Panes que interrompem a circulação de trens viraram rotina e revoltam passageiros no Rio. A pedido do R7, usuários relataram durante uma semana de setembro suas viagens de ida e volta ao trabalho/escola/faculdade nos ramais Saracuruna, Japeri e Santa Cruz.

Morador de Japeri há 12 anos, o estudante João Paulo Barbosa fotografou e escreveu sobre as dificuldades que enfrenta no dia a dia para chegar à faculdade e voltar para casa. A estação Japeri, na Baixada Fluminense, é a última do ramal. De acordo com ele, superlotação, atrasos, defeitos nas composições e prestação de serviços ruins já viraram rotina.


Leia o relato a seguir:

"Quem mora em Japeri pega o trem entre 4h e 8h, se quiser chegar a tempo no trabalho. Nesses horários, a estação e os vagões ficam cheios e, por isso, muito desconfortáveis. Para mim, o retorno às 18h é o grande problema. As composições já saem superlotadas da Central e a viagem demora mais. No dia 17 de setembro, por exemplo, o trem saiu às 18h14 da Central e só cheguei a Japeri às 19h55. No total, foi uma hora e 39 minutos de viagem, a maior parte, em pé.

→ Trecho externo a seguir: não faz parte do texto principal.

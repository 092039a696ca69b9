"""The measurement sequence as a state machine: capture of readings from the sample stream, the
states and their transitions, and the snapshot every client is sent.

It is fed inputs and a clock; it knows no transport, socket or event loop.
"""
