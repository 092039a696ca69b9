"""The engine's inputs: one frozen record for everything that can change a session.

An operator action with its parameters and actor, an environment entry, a sample the engine
consumed, a clock tick that ended a settling wait, the instrument lost or back, the daemon
restarting: each is one :class:`Input`. :meth:`Engine.apply
<chargebook.acquire.engine.engine.Engine.apply>` is the only way the engine's state changes,
and it appends the input to the station's input log (table ``inputs``) in the same transaction
as all of its effects. The daemon builds inputs from requests (:func:`from_request`), samples
and ticks; a replay rebuilds them from the log (:func:`from_logged`) and applies them again.

``clock_s`` is the engine's clock when the input was applied (s, the driver's monotonic clock);
the engine reads no other clock while applying an input, so the log holds every time it used
(when a reading was armed, when a settling wait ends).
"""

from __future__ import annotations

import dataclasses
import hashlib
import sys
from array import array
from collections.abc import Mapping, Sequence
from dataclasses import dataclass
from operator import attrgetter
from pathlib import Path
from typing import Any, ClassVar

from chargebook.acquire.protocol import Method
from chargebook.acquire.session.plan import Plan

#: Who the daemon names as the actor of the inputs it gives itself (samples, ticks, ...).
DAEMON_ACTOR = "daemon"
#: A plan as the engine may be given it: a Plan, a shipped plan's name, a TOML path, a plan dict.
PlanSource = Plan | str | Path | Mapping[str, Any]


@dataclass(frozen=True, slots=True, kw_only=True)
class Input:
    """One input to the engine: who gave it, and the engine's clock when it was applied."""

    #: The name of the input in the log (``inputs.kind``).
    kind: ClassVar[str] = ""
    #: The request (``acquire/protocol.Method``) an operator gives it with, if any.
    method: ClassVar[str | None] = None

    actor: str = DAEMON_ACTOR
    clock_s: float | None = None

    def fields(self) -> dict[str, Any]:
        """Return the input's own fields (not ``actor``), as they are logged (JSON values)."""
        return {
            name: value if type(value := getattr(self, name)) in _JSON_SCALARS else _logged(value)
            for name in _logged_names(type(self))
        }


#: The names of the fields each class of input logs, found once per class.
_LOGGED_NAMES: dict[type, tuple[str, ...]] = {}


def _logged_names(kind: type[Input]) -> tuple[str, ...]:
    """Return the names of the fields an input of class ``kind`` logs (all but ``actor``),
    found once per class: the daemon logs every sample that leads to a reading."""
    names = _LOGGED_NAMES.get(kind)
    if names is None:
        found = (f.name for f in dataclasses.fields(kind) if f.name != "actor")
        names = _LOGGED_NAMES[kind] = tuple(found)
    return names


#: Values logged as they are: JSON holds them with no conversion.
_JSON_SCALARS = frozenset({float, int, str, bool, type(None)})


def _logged(value: Any) -> Any:
    """Return ``value`` as JSON can hold it (a plan object as its dict)."""
    to_dict = getattr(value, "to_dict", None)
    return to_dict() if callable(to_dict) else value


@dataclass(frozen=True, slots=True, kw_only=True)
class StartSession(Input):
    """Open a session: its metadata, and a plan (name, dict or Plan; None: the default).

    ``replay_of``: the session a replay starts again (its metadata taken as recorded, carried
    factors included: nothing is looked up again).
    """

    kind: ClassVar[str] = "session_start"
    method: ClassVar[str | None] = Method.SESSION_START
    metadata: dict[str, Any]
    plan: PlanSource | None = None
    replay_of: int | None = None
    #: MU per reading for the plan's compared steps, as the operator chose it (None: the plan's).
    mu_per_reading: float | None = None


@dataclass(frozen=True, slots=True, kw_only=True)
class EnterEnvironment(Input):
    """An environment entry: °C, pressure in ``pressure_unit``, % relative humidity."""

    kind: ClassVar[str] = "environment"
    method: ClassVar[str | None] = Method.ENVIRONMENT_SET
    temperature_C: float
    pressure: float
    pressure_unit: str = "kPa"
    humidity_pct: float | None = None
    source: str = "operator"


@dataclass(frozen=True, slots=True, kw_only=True)
class ShortDelivery(Input):
    """The delivery of ``reading`` (its id) stopped short at ``actual_MU``, for ``reason``."""

    kind: ClassVar[str] = "short_delivery"
    method: ClassVar[str | None] = Method.READING_SHORT
    reading: int
    actual_MU: float
    reason: str


@dataclass(frozen=True, slots=True, kw_only=True)
class Arm(Input):
    """Start the current step's set, or continue an interrupted one."""

    kind: ClassVar[str] = "arm"
    method: ClassVar[str | None] = Method.STEP_ARM


@dataclass(frozen=True, slots=True, kw_only=True)
class ManualDone(Input):
    """The pending manual step (the bias switch) was done by hand."""

    kind: ClassVar[str] = "manual_done"
    method: ClassVar[str | None] = Method.STEP_MANUAL_DONE
    note: str | None = None


@dataclass(frozen=True, slots=True, kw_only=True)
class Skip(Input):
    """Skip the current optional step."""

    kind: ClassVar[str] = "skip"
    method: ClassVar[str | None] = Method.STEP_SKIP


@dataclass(frozen=True, slots=True, kw_only=True)
class Capture(Input):
    """Take the charge integrated so far as a reading, by hand."""

    kind: ClassVar[str] = "capture"
    method: ClassVar[str | None] = Method.READING_CAPTURE


@dataclass(frozen=True, slots=True, kw_only=True)
class Accept(Input):
    """Accept the reviewed set."""

    kind: ClassVar[str] = "accept"
    method: ClassVar[str | None] = Method.SET_ACCEPT


@dataclass(frozen=True, slots=True, kw_only=True)
class Redo(Input):
    """Supersede the current set, for ``reason``, and take it again."""

    kind: ClassVar[str] = "redo"
    method: ClassVar[str | None] = Method.SET_REDO
    reason: str


@dataclass(frozen=True, slots=True, kw_only=True)
class Pause(Input):
    """Hold the sequence."""

    kind: ClassVar[str] = "pause"
    method: ClassVar[str | None] = Method.SESSION_PAUSE


@dataclass(frozen=True, slots=True, kw_only=True)
class Resume(Input):
    """Go on from a pause."""

    kind: ClassVar[str] = "resume"
    method: ClassVar[str | None] = Method.SESSION_RESUME


@dataclass(frozen=True, slots=True, kw_only=True)
class Stop(Input):
    """End the session early as finished, for ``reason``."""

    kind: ClassVar[str] = "stop"
    method: ClassVar[str | None] = Method.SESSION_STOP
    reason: str


@dataclass(frozen=True, slots=True, kw_only=True)
class Abort(Input):
    """Abandon the session, for ``reason``; ``confirm`` must be True."""

    kind: ClassVar[str] = "abort"
    method: ClassVar[str | None] = Method.SESSION_ABORT
    reason: str
    confirm: bool = False


@dataclass(frozen=True, slots=True, kw_only=True)
class Close(Input):
    """Leave a finished or aborted session."""

    kind: ClassVar[str] = "close"
    method: ClassVar[str | None] = Method.SESSION_CLOSE


@dataclass(frozen=True, slots=True, kw_only=True)
class Sample(Input):
    """One sample the engine consumed: receive time ``t_s`` (s, driver's clock), charge in nC,
    whether the instrument marked the reading complete, its status, and ``line_id``, the row
    of the raw traffic line it was parsed from (None when that line could not be recorded)."""

    kind: ClassVar[str] = "sample"
    t_s: float
    charge_nC: float
    complete: bool = False
    status: str = "ok"
    line_id: int | None = None


@dataclass(frozen=True, slots=True, kw_only=True)
class SampleRun(Input):
    """Samples the engine consumed in a row that only moved the charge, logged as one entry.

    Their raw lines are ``count`` consecutive rows of the traffic table from ``first_line_id``
    (each sample parsed from one of them, in order); ``t_s``, ``charge_nC``, ``complete`` and
    ``status`` are the last sample's, and ``digest`` is :func:`run_digest` of all of them, so a
    replay that reads the same lines again proves it re-derived the same samples. ``clock_s``
    is the engine's clock when the last of them was taken (a sample that only moves the charge
    reads no clock). The samples themselves come from the traffic: a replay gives them to
    ``Engine.take_samples``, as the daemon did.
    """

    kind: ClassVar[str] = "sample_run"
    first_line_id: int
    count: int
    t_s: float
    charge_nC: float
    complete: bool = False
    status: str = "ok"
    digest: str

    @property
    def line_ids(self) -> range:
        """Return the traffic rows of the run's lines, in order."""
        return range(self.first_line_id, self.first_line_id + self.count)


_T_S, _CHARGE_NC = attrgetter("t_s"), attrgetter("charge_nC")
_COMPLETE, _STATUS = attrgetter("complete"), attrgetter("status")


def run_digest(samples: Sequence[Any]) -> str:
    """Return the digest (BLAKE2b, 128 bits, hex) of samples' ``t_s`` and ``charge_nC`` (as
    IEEE 754 doubles, little-endian), ``complete`` and ``status`` (its text), in order.

    Each field is gathered in one pass in C (no Python object per sample): a run may hold a
    hundred thousand samples.
    """
    times, charges = array("d", map(_T_S, samples)), array("d", map(_CHARGE_NC, samples))
    if sys.byteorder == "big":
        times.byteswap()
        charges.byteswap()
    digest = hashlib.blake2b(digest_size=16)
    digest.update(times.tobytes())
    digest.update(charges.tobytes())
    digest.update(bytes(map(_COMPLETE, samples)))
    digest.update("\n".join(map(str, map(_STATUS, samples))).encode())
    return digest.hexdigest()


@dataclass(frozen=True, slots=True, kw_only=True)
class Tick(Input):
    """A clock tick at ``clock_s``; logged only when it ended a settling wait."""

    kind: ClassVar[str] = "tick"


@dataclass(frozen=True, slots=True, kw_only=True)
class InstrumentLost(Input):
    """The electrometer went away (or refused a command: ``still_connected``)."""

    kind: ClassVar[str] = "instrument_lost"
    message: str
    still_connected: bool = False


@dataclass(frozen=True, slots=True, kw_only=True)
class BenchRefused(Input):
    """The bench (the simulated linac or bias switch) refused what the daemon asked of it; the
    electrometer is not concerned."""

    kind: ClassVar[str] = "bench_refused"
    message: str


@dataclass(frozen=True, slots=True, kw_only=True)
class InstrumentBack(Input):
    """The electrometer answers again (or for the first time), saying who it is."""

    kind: ClassVar[str] = "instrument_back"
    identity: str | None = None


@dataclass(frozen=True, slots=True, kw_only=True)
class Restart(Input):
    """The daemon started again on the station file and resumes its open session."""

    kind: ClassVar[str] = "restart"


#: Every kind of input, by its name in the log.
KINDS: dict[str, type[Input]] = {
    cls.kind: cls
    for cls in (
        StartSession,
        EnterEnvironment,
        ShortDelivery,
        Arm,
        ManualDone,
        Skip,
        Capture,
        Accept,
        Redo,
        Pause,
        Resume,
        Stop,
        Abort,
        Close,
        Sample,
        SampleRun,
        Tick,
        InstrumentLost,
        InstrumentBack,
        Restart,
        BenchRefused,
    )
}
#: The operator's inputs, by the request that gives them.
BY_METHOD: dict[str, type[Input]] = {
    cls.method: cls for cls in KINDS.values() if cls.method is not None
}


def from_request(method: str, params: dict[str, Any], actor: str) -> Input:
    """Return the input an operator's request gives (``params`` checked by the protocol)."""
    cls = BY_METHOD[method]
    names = {f.name for f in dataclasses.fields(cls)} - {"actor", "clock_s"}
    return cls(actor=actor, **{k: v for k, v in params.items() if k in names})


def from_logged(kind: str, actor: str, detail: dict[str, Any]) -> Input:
    """Return the input a row of the log holds (its ``kind``, ``actor`` and ``detail()``)."""
    cls = KINDS.get(kind)
    if cls is None:
        raise ValueError(f"the input log holds an input of unknown kind {kind!r}")
    return cls(actor=actor, **detail)
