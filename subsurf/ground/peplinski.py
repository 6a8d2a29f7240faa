"""Semi-empirical soil dielectric model of Peplinski, Ulaby & Dobson (1995).

Corrected form of the Dobson et al. (1985) model for 0.3–1.3 GHz.  Its imaginary
part includes an effective-conductivity loss, so a caller must not add a DC
conductivity on top of it (see :class:`subsurf.soil.Soil`).
"""

from __future__ import annotations

from math import pi

import numpy as np

from .._codata import epsilon_0  # scipy.constants value without its import cost (start-up)
from ..errors import InputError, check_broadcast, check_positive, check_range
from ..quantities import accepts_quantities
from ._validity import BULK_DENSITY_RANGE, PARTICLE_DENSITY_RANGE, check_density, warn_validity
from .water import _debye, _relaxation_temperature

__all__ = ["peplinski_permittivity", "peplinski_effective_conductivity", "PEPLINSKI_VALIDITY"]

_ALPHA = 0.65
_MODEL = "Peplinski et al. (1995) soil model"

#: Published validity of the model: frequency (Hz) from the paper's title range; moisture,
#: sand and clay spans of the measured soils are approximate (from memory).
PEPLINSKI_VALIDITY = {
    "freq_hz": (0.3e9, 1.3e9, "Hz"),
    "moisture": (0.01, 0.5, "m³/m³"),
    "sand": (0.05, 0.95, ""),
    "clay": (0.02, 0.6, ""),
    "temp_c": (0.0, 40.0, "°C"),
}


def _check_soil(moisture, sand, clay, bulk_density, particle_density):
    mv = check_range("moisture", moisture, 0.0, 1.0, unit="m³/m³")
    s = check_range("sand", sand, 0.0, 1.0, unit="(mass fraction)")
    c = check_range("clay", clay, 0.0, 1.0, unit="(mass fraction)")
    check_broadcast(moisture=mv, sand=s, clay=c, bulk_density=bulk_density, particle_density=particle_density)
    total = s + c
    if np.any(total > 1.0 + 1e-12):
        raise InputError(
            f"sand + clay must be <= 1, got {total[total > 1.0 + 1e-12].ravel()[0]:.6g}; "
            "allowed range 0 to 1 (mass fractions of the mineral solids)")
    rb = check_density("bulk_density", bulk_density, *BULK_DENSITY_RANGE)
    rs = check_density("particle_density", particle_density, *PARTICLE_DENSITY_RANGE)
    if np.any(rb >= rs):
        b1, s1 = np.broadcast_arrays(rb, rs)
        i = np.flatnonzero(b1 >= s1)[0]
        raise InputError(
            f"bulk_density must be < particle_density, got {b1.ravel()[i]:.6g} kg/m³ with "
            f"particle_density {s1.ravel()[i]:.6g} kg/m³")
    porosity = 1.0 - rb / rs
    if np.any(mv > porosity):
        m1, p1 = np.broadcast_arrays(mv, porosity)
        i = np.flatnonzero(m1 > p1)[0]
        raise InputError(
            f"moisture must be <= porosity 1 - bulk_density/particle_density, got moisture "
            f"{m1.ravel()[i]:.6g} with porosity {p1.ravel()[i]:.6g}; allowed range 0 to porosity")
    return mv, s, c, rb, rs


def peplinski_effective_conductivity(sand, clay, bulk_density=1.5e3):
    """Effective conductivity term of Peplinski et al. (1995) for 0.3–1.3 GHz.

    Parameters
    ----------
    sand, clay : float or array_like
        Mass fractions of the mineral solids, 0–1.
    bulk_density : float or array_like
        Dry bulk density in kg/m³, > 0.

    Returns
    -------
    float or ndarray
        σ_eff = 0.0467 + 0.2204 ρ_b − 0.4111 S + 0.6614 C in S/m (ρ_b in g/cm³),
        clipped at 0 (the regression turns negative for very sandy, loose soils).

    Notes
    -----
    A regression fitted with the permittivity model; it is a loss parameter of that
    model, not a DC conductivity.

    References
    ----------
    Peplinski, N. R., Ulaby, F. T., & Dobson, M. C. (1995). Dielectric properties of
    soils in the 0.3–1.3-GHz range. IEEE Trans. Geosci. Remote Sens., 33(3), 803–807.
    doi:10.1109/36.387598
    """
    s = check_range("sand", sand, 0.0, 1.0)
    c = check_range("clay", clay, 0.0, 1.0)
    rb = check_density("bulk_density", bulk_density, *BULK_DENSITY_RANGE)
    out = np.maximum(0.0467 + 0.2204 * rb / 1000.0 - 0.4111 * s + 0.6614 * c, 0.0)
    return out[()] if out.ndim == 0 else out


@accepts_quantities(
    freq_hz="Hz",
    moisture="dimensionless",
    sand="dimensionless",
    clay="dimensionless",
    bulk_density="kg/m**3",
    particle_density="kg/m**3",
    temp_c="degC",
)
def peplinski_permittivity(freq_hz, moisture, sand, clay, bulk_density=1.5e3,
                           particle_density=2.66e3, temp_c=20.0):
    """Complex relative permittivity of a mineral soil, Peplinski et al. (1995).

    Parameters
    ----------
    freq_hz : float or array_like
        Frequency in Hz, > 0.  Published range 0.3–1.3 GHz; GPR frequencies below
        300 MHz are outside it and the result is an extrapolation (a
        :class:`~subsurf.errors.ModelRangeWarning` says so).
    moisture : float or array_like
        Volumetric water content m_v (m³/m³), 0 <= m_v <= 1 − ρ_b/ρ_s.
    sand, clay : float or array_like
        Mass fractions of the mineral solids, each 0–1, sand + clay <= 1.
    bulk_density : float or array_like
        Dry bulk density ρ_b in kg/m³, 0 < ρ_b < ρ_s.
    particle_density : float or array_like
        Particle density ρ_s in kg/m³.
    temp_c : float or array_like
        Temperature in °C, >= 0 (liquid water), used by the free-water Debye term.

    Returns
    -------
    complex or ndarray of complex
        ε = ε' − jε'' broadcast over all inputs.  ε'' *includes* the model's
        effective-conductivity loss: do not add a DC conductivity on top.
        One warning per call when any input leaves the validity ranges in
        :data:`PEPLINSKI_VALIDITY`.

    Notes
    -----
    With α = 0.65, β' = 1.2748 − 0.519 S − 0.152 C, β'' = 1.33797 − 0.603 S − 0.166 C,
    ε_s = (1.01 + 0.44 ρ_s)² − 0.062 (ρ in g/cm³):

    ε' = 1.15 [1 + (ρ_b/ρ_s)(ε_s^α − 1) + m_v^β' ε'_fw^α − m_v]^(1/α) − 0.68,
    ε'' = [m_v^β'' ε''_fw^α]^(1/α),

    where ε'_fw, ε''_fw are the Debye free-water parts (Klein & Swift 1977, fresh
    water) and ε''_fw also holds σ_eff(ρ_s − ρ_b)/(2π ε₀ f ρ_s m_v) with σ_eff from
    :func:`peplinski_effective_conductivity`.  Dry soil (m_v = 0) gives ε'' = 0.

    References
    ----------
    Peplinski, N. R., Ulaby, F. T., & Dobson, M. C. (1995). Dielectric properties of
    soils in the 0.3–1.3-GHz range. IEEE Trans. Geosci. Remote Sens., 33(3), 803–807.
    doi:10.1109/36.387598
    Dobson, M. C., Ulaby, F. T., Hallikainen, M. T., & El-Rayes, M. A. (1985). Microwave
    dielectric behavior of wet soil — Part II: Dielectric mixing models. IEEE Trans.
    Geosci. Remote Sens., GE-23(1), 35–46. doi:10.1109/TGRS.1985.289498
    """
    f = check_positive("freq_hz", freq_hz, unit="Hz")
    t = _relaxation_temperature(temp_c)
    mv, s, c, rb, rs = _check_soil(moisture, sand, clay, bulk_density, particle_density)
    check_broadcast(freq_hz=f, temp_c=t, moisture=mv, sand=s, clay=c, bulk_density=rb, particle_density=rs)
    v = PEPLINSKI_VALIDITY
    warn_validity(_MODEL, [
        ("freq_hz", f, *v["freq_hz"]),
        ("moisture", mv, *v["moisture"]),
        ("sand", s, *v["sand"]),
        ("clay", c, *v["clay"]),
        ("temp_c", t, *v["temp_c"]),
    ])
    rb_g, rs_g = rb / 1000.0, rs / 1000.0
    beta1 = 1.2748 - 0.519 * s - 0.152 * c
    beta2 = 1.33797 - 0.603 * s - 0.166 * c
    eps_solid = (1.01 + 0.44 * rs_g) ** 2 - 0.062
    sigma_eff = np.maximum(0.0467 + 0.2204 * rb_g - 0.4111 * s + 0.6614 * c, 0.0)
    water = _debye(f, t, 0.0)
    wet = mv > 0
    mv_safe = np.where(wet, mv, 1.0)
    ew1 = water.real
    ew2 = -water.imag + sigma_eff * (rs - rb) / (2.0 * pi * epsilon_0 * f * rs * mv_safe)
    eps1 = 1.15 * (1.0 + (rb / rs) * (eps_solid**_ALPHA - 1.0)
                   + mv**beta1 * ew1**_ALPHA - mv) ** (1.0 / _ALPHA) - 0.68
    eps2 = np.where(wet, (mv_safe**beta2 * ew2**_ALPHA) ** (1.0 / _ALPHA), 0.0)
    out = eps1 - 1j * eps2
    return out[()] if out.ndim == 0 else out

Na hora do embarque, é aquele tumulto de sempre dos passageiros brigando para se sentar. Na Central, há uma plataforma para idosos, deficientes, grávidas e pessoas com crianças de colo que têm preferência para entrar nos vagões. Porém, é muito comum haver jovens e adultos que provavelmente têm o acesso facilitado por conhecidos que trabalham na SuperVia.

Ao longo da semana, os trens ficaram parados por vários minutos aguardando liberação de tráfego, cruzamento ou a boa vontade de quem impediu o fechamento das portas. Algumas não fechavam ou não abriam por falta de manutenção. No dia 18, num vagão com oito portas, havia três emperradas.


O sistema de áudio e vídeo também não funcionou direito. Nas composições velhas, quase não foi possível entender os anúncios sonoros devido ao chiado ou baixo volume. Nos trens novos, nenhuma televisão estava funcionando. Para quê então a televisão!?

Lâmpadas quebradas, blackout, janelas emperradas, ventilação quebrada, muita sujeira, falta de lixeiras e falta de sinalização também foram comuns na última semana. Em um dos vagões, o local do extintor de incêndio estava vazio. Muitas composições não têm cabines e as pessoas têm que segurar bolsas e mochilas pesadas durante toda a viagem. Como a jornada é longa e demorada, duas mulheres carregavam uma pilha de papéis e aproveitaram para trabalhar ali mesmo no trem.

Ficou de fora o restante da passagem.